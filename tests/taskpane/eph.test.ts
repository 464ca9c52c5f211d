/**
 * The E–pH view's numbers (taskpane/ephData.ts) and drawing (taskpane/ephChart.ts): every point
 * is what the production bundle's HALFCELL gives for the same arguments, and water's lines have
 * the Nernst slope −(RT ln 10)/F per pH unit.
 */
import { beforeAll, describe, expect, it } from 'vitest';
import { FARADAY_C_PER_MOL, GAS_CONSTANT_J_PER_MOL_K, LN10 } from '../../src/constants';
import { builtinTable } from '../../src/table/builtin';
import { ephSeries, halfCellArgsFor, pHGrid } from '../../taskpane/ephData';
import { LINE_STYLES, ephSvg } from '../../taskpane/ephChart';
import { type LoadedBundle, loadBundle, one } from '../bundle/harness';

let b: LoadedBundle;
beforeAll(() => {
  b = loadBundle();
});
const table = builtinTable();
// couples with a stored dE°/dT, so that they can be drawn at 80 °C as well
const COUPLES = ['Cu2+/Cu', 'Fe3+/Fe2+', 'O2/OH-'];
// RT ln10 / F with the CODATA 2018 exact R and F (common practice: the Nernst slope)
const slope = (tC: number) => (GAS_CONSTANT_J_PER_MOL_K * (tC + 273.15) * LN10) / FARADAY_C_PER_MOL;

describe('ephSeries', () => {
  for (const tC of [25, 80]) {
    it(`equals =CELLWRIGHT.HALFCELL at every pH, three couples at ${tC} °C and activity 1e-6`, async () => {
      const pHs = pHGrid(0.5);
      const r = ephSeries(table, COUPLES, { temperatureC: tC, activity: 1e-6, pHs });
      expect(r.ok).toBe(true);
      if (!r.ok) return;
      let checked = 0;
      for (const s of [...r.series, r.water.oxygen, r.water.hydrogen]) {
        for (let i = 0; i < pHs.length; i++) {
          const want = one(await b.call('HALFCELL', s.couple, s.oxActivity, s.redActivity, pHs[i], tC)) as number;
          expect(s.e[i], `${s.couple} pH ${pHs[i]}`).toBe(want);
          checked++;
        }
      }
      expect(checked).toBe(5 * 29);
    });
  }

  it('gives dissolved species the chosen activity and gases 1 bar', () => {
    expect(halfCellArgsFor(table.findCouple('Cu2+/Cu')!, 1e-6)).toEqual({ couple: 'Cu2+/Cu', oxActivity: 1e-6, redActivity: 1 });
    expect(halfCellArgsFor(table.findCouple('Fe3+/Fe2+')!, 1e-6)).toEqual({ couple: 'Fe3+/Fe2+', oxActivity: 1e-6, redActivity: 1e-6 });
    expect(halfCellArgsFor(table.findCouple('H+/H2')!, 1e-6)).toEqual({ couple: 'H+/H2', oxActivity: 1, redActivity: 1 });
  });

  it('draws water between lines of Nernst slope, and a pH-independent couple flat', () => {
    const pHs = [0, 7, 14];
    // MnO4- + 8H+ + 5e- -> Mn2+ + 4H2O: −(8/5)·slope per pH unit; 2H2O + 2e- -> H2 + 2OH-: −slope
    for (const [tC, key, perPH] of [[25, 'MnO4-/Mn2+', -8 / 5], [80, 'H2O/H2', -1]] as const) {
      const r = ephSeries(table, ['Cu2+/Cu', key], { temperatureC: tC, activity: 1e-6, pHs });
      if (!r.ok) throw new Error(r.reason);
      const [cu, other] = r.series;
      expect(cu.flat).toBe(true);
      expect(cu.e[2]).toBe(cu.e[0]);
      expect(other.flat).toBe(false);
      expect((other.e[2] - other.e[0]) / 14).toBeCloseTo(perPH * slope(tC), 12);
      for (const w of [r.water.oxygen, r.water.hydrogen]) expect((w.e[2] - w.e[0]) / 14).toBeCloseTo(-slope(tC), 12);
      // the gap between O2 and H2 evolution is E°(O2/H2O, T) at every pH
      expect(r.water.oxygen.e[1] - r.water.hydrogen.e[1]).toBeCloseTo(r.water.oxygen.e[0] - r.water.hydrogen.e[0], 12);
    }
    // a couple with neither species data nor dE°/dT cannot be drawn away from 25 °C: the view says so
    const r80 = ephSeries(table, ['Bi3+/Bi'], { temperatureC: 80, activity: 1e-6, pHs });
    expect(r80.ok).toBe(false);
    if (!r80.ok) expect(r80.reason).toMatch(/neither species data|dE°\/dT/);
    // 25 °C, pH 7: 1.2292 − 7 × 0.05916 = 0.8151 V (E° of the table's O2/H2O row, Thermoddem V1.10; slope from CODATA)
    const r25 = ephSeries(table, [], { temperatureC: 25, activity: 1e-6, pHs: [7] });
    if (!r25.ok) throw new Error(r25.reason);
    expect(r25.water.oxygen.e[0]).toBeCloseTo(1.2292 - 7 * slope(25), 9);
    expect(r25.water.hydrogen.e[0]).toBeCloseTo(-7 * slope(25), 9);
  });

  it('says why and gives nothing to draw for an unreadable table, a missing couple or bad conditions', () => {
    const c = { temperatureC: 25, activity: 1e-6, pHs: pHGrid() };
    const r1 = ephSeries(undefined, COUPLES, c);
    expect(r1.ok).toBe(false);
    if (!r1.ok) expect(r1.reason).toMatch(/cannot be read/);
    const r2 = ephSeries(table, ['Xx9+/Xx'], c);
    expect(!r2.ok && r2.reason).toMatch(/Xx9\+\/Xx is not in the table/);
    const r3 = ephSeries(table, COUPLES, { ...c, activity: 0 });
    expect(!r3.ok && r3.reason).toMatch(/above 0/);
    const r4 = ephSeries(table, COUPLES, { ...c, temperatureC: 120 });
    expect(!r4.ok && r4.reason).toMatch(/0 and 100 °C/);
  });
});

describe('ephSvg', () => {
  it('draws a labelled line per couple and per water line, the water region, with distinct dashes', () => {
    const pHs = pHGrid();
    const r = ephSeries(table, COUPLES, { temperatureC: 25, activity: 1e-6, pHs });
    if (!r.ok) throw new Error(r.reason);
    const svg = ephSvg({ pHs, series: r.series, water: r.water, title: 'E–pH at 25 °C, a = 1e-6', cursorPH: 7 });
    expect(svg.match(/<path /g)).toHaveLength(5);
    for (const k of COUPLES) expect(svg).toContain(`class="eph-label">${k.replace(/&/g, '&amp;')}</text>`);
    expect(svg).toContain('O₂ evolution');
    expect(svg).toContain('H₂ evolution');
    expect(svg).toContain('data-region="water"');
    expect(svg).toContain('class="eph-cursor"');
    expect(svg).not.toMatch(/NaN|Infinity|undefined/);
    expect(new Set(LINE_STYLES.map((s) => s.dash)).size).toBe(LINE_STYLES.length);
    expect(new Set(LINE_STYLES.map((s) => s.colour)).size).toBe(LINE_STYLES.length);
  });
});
####################
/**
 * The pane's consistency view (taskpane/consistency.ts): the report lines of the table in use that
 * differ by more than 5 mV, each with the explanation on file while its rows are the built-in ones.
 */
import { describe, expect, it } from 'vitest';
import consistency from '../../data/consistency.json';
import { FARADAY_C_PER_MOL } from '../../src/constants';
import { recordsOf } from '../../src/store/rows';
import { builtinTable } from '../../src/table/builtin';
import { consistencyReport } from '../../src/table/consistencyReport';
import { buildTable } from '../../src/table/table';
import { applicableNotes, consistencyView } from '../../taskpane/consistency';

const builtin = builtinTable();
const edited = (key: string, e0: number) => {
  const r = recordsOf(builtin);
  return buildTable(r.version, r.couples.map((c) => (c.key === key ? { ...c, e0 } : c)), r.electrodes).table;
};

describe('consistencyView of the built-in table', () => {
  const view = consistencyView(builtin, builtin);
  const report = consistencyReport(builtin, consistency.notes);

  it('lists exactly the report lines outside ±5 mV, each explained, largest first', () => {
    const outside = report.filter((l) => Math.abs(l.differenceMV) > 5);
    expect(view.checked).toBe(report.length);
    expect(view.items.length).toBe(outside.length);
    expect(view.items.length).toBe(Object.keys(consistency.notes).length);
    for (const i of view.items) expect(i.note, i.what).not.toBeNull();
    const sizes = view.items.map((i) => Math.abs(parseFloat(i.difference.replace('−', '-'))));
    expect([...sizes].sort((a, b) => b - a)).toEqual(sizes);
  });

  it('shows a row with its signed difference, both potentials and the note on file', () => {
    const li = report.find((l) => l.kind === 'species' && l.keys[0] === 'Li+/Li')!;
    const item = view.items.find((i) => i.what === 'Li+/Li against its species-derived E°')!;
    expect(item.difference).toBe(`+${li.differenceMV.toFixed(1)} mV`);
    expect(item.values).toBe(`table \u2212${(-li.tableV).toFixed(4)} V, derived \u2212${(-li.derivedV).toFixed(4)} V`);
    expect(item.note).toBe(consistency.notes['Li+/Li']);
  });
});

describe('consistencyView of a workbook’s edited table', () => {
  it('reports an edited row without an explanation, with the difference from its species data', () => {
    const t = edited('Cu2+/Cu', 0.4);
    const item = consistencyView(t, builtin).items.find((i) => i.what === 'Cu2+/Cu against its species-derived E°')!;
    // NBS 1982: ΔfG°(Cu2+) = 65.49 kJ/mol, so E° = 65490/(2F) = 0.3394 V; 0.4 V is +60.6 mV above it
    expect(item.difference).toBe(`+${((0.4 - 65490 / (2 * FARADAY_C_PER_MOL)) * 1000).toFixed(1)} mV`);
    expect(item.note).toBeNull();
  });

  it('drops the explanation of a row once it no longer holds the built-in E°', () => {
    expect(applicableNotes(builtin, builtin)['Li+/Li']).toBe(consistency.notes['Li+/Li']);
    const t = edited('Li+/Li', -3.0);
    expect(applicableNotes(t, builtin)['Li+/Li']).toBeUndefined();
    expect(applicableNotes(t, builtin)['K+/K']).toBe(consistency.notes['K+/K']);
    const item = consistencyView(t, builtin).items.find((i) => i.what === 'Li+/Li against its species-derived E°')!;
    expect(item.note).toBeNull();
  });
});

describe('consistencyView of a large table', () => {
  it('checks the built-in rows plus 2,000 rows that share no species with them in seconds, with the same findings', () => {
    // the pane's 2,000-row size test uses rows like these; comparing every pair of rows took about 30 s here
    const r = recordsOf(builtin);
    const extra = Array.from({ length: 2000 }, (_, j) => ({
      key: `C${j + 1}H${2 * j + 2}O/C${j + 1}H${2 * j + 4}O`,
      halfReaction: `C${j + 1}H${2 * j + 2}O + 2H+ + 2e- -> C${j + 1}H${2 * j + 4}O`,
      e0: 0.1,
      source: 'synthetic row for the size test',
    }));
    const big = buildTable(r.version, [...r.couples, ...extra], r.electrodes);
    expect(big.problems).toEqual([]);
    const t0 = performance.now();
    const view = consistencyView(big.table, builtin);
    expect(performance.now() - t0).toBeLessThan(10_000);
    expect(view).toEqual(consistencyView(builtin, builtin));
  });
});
####################
**WHAT THE TASK REQUIRES**
Find and copy each line of the material that holds the word "checked".

**RESULT OF THIS TASK**
      let checked = 0;
          checked++;
      expect(checked).toBe(5 * 29);
    expect(view.checked).toBe(report.length);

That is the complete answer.